Phase Transitions of Zirconia: Machine-Learned Force Fields Beyond Density Functional Theory

TL;DR

This paper introduces a machine learning approach that combines active learning and $\Delta$-learning to create force fields for zirconia that surpass DFT accuracy by efficiently incorporating RPA calculations.

Contribution

The authors develop a novel MLFF generation method that integrates on-the-fly learning with RPA corrections, enabling high-accuracy simulations beyond DFT at reduced computational cost.

Findings

Successfully reproduces high-level quantum calculations for zirconia

Efficiently models phase transitions of zirconia

Reduces computational cost of RPA-based force fields

Abstract

We present an approach to generate machine-learned force fields (MLFF) with beyond density functional theory (DFT) accuracy.
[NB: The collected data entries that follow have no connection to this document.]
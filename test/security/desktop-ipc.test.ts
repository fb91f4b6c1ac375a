/**
 * Security regressions through the desktop IPC path: Electron's ipcMain played by a fake, the real
 * channel validation and handlers (app/main/ipc.ts, handlers.ts), and behind them the real utility-process
 * host (app/main/utility-host.ts) serving a locked native engine, as the renderer would reach it.
 */
import { EventEmitter } from 'node:events';
import path from 'node:path';
import { afterAll, beforeAll, describe, expect, it } from 'vitest';
import type { HostReply, HostRequest } from '../../app/engine/host/messages.ts';
import { parseHostReply } from '../../app/engine/host/replies.ts';
import { createNativeEngine, type NativeEngine } from '../../app/engine/native.ts';
import type { EngineHost } from '../../app/main/engine-host.ts';
import { PathGrants } from '../../app/main/file-access.ts';
import { createHandlers } from '../../app/main/handlers.ts';
import { IpcValidationError, registerIpc } from '../../app/main/ipc.ts';
import { serveOverParentPort } from '../../app/main/utility-host.ts';
import { scratchTree, SECRET_TEXT, type Tree } from './fixture.ts';

class FakeParentPort extends EventEmitter {
  onPost: ((message: unknown) => void) | null = null;
  postMessage(message: unknown): void { this.onPost?.(message); }
  deliver(data: unknown): void { this.emit('message', { data }); }
}

let tree: Tree;
let before: { hash: string; listing: string[] };
const engines: NativeEngine[] = [];
const replies: HostReply[] = [];
const channels = new Map<string, (event: unknown, ...args: unknown[]) => unknown>();
const page = { sender: 'app-contents', url: 'counterweight://app/index.html' };

beforeAll(async () => {
  tree = scratchTree();
  before = { hash: tree.logHash(), listing: tree.listing() };
  const port = new FakeParentPort();
  port.onPost = (m) => replies.push(parseHostReply(m));
  await serveOverParentPort(port, async () => {
    const engine = await createNativeEngine({ restrictFileAccess: true, threads: 1 });
    engines.push(engine);
    return engine;
  });
  const engine: EngineHost<HostRequest> = { send: (r) => port.deliver(structuredClone(r)), status: () => ({ state: 'ready' }), stop: () => undefined };
  const grants = new PathGrants();
  grants.grant([tree.log]);
  const handlers = createHandlers<typeof page>({
    launch: { paths: [tree.log], source: 'argument' },
    grants,
    recent: { load: async () => [], add: async () => [] },
    dialog: { showOpenDialog: async () => ({ canceled: true, filePaths: [] }), showSaveDialog: async () => ({ canceled: true }) },
    engine,
    replyToRenderer: (r) => replies.push(r),
    contents: { printToPDF: async () => new Uint8Array() },
  });
  registerIpc<typeof page>({ handle: (channel, listener) => channels.set(channel, listener as (event: unknown, ...args: unknown[]) => unknown) }, handlers, (event) => event === page);
});
afterAll(async () => {
  await Promise.all(engines.map((e) => e.close().catch(() => undefined)));
  expect(tree.logHash(), 'the registered log is unchanged').toBe(before.hash);
  expect(tree.listing(), 'no file was created').toEqual(before.listing);
  tree.remove();
});

async function send(message: unknown): Promise<HostReply> {
  const id = (message as { id: number }).id;
  await channels.get('engine:send')?.(page, message);
  await expect.poll(() => replies.some((r) => r.id === id && r.kind !== 'audit-progress'), { timeout: 20_000 }).toBe(true);
  return replies.find((r) => r.id === id && r.kind !== 'audit-progress') as HostReply;
}

describe('desktop IPC: the renderer reaches the engine through named requests only', () => {
  it.each([
    ['a raw query', { kind: 'query', id: 1, sql: `COPY (SELECT 1) TO '${path.join(tree?.victim ?? '/tmp', 'planted.sh')}'` }],
    ['a query hidden in a ping', { kind: 'ping', id: 2, sql: 'SELECT 1' }],
    ['a finding predicate in a drill-down', { kind: 'drill-count', id: 3, source: '"src_1"', roles: { time: null, decision_id: null, action: null }, selection: { segment: {}, where: 'TRUE) TO \'/tmp/x\' --' } }],
    ['SQL as the source handle', { kind: 'profile', id: 4, source: `read_text('/etc/passwd')` }],
    ['a reply posing as a request', { kind: 'audit-result', id: 5, report: {}, cube: new Uint8Array() }],
  ])('issue 18 #1: %s is refused before it reaches the engine', async (_what, message) => {
    let thrown: unknown;
    try {
      await channels.get('engine:send')?.(page, message);
    } catch (error) {
      thrown = error;
    }
    expect(thrown).toBeInstanceOf(IpcValidationError);
  });

  it('issue 18 #1: a file the user did not open cannot be registered, and nothing of it is returned', async () => {
    const reply = await send({ kind: 'register', id: 10, source: { kind: 'path', paths: [tree.secret] } });
    expect(reply).toMatchObject({ kind: 'error', code: 'io', message: expect.stringMatching(/was not opened/) });
    expect(JSON.stringify(reply)).not.toContain(SECRET_TEXT);
  });

  it('issue 18 #1: the opened log registers and profiles; a glob of its folder is not an opened path', async () => {
    const registered = await send({ kind: 'register', id: 11, source: { kind: 'path', paths: [tree.log] } });
    expect(registered).toMatchObject({ kind: 'registered', source: { files: [tree.log] } });
    const relation = registered.kind === 'registered' ? registered.source.relation : '';
    expect(await send({ kind: 'profile', id: 12, source: relation })).toMatchObject({ kind: 'profiled' });
    expect(await send({ kind: 'register', id: 13, source: { kind: 'path', paths: [path.join(tree.logs, '*')] } })).toMatchObject({ kind: 'error', code: 'io', message: expect.stringMatching(/was not opened/) });
  });
});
Our approach combines on-the-fly active learning and $\Delta$-machine learning in order to generate an MLFF for zirconia based on the random phase approximation (RPA). Specifically, an MLFF trained on-the-fly during DFT based molecular dynamics simulations is corrected by another MLFF that is trained on the differences between RPA and DFT calculated energies, forces and stress tensors. Thanks to the relatively smooth nature of the differences, the expensive RPA calculations are performed only on a small number of representative structures of small unit cells. These structures are determined by a singular value decomposition rank compression of the kernel matrix with low spatial resolution. This dramatically reduces the computational cost and allows us to generate an MLFF fully capable of reproducing high-level quantum-mechanical calculations beyond DFT. We carefully validate our approach and demonstrate its success in studying the phase transitions of zirconia.